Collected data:
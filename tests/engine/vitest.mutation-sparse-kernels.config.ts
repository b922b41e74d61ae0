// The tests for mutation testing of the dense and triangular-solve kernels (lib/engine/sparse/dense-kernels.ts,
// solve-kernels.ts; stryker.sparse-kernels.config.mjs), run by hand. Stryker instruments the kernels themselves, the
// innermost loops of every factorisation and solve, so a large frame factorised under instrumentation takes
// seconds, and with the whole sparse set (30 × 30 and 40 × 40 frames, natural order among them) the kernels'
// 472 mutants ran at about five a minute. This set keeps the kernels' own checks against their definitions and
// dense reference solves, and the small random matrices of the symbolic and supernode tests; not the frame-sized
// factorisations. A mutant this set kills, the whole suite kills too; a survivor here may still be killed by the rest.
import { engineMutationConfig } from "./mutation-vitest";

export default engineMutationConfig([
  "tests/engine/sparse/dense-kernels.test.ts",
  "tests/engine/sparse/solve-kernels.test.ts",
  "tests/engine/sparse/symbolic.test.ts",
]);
---
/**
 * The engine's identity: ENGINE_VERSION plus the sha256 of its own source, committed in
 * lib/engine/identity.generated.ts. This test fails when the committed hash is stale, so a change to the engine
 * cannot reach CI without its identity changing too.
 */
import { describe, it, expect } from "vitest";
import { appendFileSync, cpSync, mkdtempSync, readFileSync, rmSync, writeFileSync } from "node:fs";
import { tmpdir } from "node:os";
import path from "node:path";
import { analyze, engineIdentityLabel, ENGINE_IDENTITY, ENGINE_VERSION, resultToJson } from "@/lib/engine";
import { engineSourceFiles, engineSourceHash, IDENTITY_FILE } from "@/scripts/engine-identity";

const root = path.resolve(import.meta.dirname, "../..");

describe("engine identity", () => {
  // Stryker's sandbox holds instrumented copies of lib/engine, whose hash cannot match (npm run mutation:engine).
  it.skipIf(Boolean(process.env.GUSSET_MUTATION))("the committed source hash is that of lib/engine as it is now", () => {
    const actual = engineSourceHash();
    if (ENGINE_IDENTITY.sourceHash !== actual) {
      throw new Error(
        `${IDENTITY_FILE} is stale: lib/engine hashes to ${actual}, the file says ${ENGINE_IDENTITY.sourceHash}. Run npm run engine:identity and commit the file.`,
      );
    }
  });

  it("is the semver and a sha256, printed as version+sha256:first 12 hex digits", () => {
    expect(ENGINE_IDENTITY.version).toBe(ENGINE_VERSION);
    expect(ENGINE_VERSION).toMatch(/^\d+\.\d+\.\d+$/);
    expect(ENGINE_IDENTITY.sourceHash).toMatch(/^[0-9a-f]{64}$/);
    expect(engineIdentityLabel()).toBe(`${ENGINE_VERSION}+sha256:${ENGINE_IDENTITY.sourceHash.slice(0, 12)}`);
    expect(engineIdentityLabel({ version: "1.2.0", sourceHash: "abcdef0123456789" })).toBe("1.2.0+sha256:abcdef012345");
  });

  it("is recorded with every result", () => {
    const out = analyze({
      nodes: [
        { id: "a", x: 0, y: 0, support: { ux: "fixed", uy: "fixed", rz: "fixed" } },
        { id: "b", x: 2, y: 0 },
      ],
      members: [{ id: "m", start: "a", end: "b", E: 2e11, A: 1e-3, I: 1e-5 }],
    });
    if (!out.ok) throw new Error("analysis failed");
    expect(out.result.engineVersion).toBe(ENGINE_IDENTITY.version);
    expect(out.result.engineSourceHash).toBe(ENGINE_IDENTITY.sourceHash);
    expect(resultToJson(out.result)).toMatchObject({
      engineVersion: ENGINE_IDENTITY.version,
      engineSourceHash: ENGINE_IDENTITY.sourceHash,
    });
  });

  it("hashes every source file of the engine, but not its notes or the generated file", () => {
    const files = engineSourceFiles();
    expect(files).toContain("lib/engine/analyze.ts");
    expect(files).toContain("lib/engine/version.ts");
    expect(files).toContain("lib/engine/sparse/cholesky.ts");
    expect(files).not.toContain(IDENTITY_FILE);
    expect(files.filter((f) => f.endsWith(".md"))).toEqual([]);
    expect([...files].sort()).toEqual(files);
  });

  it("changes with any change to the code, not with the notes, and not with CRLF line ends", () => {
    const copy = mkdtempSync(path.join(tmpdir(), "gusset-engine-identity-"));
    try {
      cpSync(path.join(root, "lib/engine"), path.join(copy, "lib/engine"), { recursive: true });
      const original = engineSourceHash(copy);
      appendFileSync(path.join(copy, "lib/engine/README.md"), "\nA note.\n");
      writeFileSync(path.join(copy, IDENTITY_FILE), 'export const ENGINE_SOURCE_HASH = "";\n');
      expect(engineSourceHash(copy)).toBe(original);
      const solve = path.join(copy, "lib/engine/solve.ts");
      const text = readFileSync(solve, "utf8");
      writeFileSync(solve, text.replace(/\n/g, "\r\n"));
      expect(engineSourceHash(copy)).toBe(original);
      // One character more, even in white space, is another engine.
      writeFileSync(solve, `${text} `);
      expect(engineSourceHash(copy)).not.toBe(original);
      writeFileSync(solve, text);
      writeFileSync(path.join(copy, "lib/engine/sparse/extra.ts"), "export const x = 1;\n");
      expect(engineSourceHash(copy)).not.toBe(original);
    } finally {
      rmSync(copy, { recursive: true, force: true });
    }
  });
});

■ Task goal ■
Scan the records above for the word "stale". Copy each line that has it.

■ Response for this exercise ■
 * lib/engine/identity.generated.ts. This test fails when the committed hash is stale, so a change to the engine
        `${IDENTITY_FILE} is stale: lib/engine hashes to ${actual}, the file says ${ENGINE_IDENTITY.sourceHash}. Run npm run engine:identity and commit the file.`,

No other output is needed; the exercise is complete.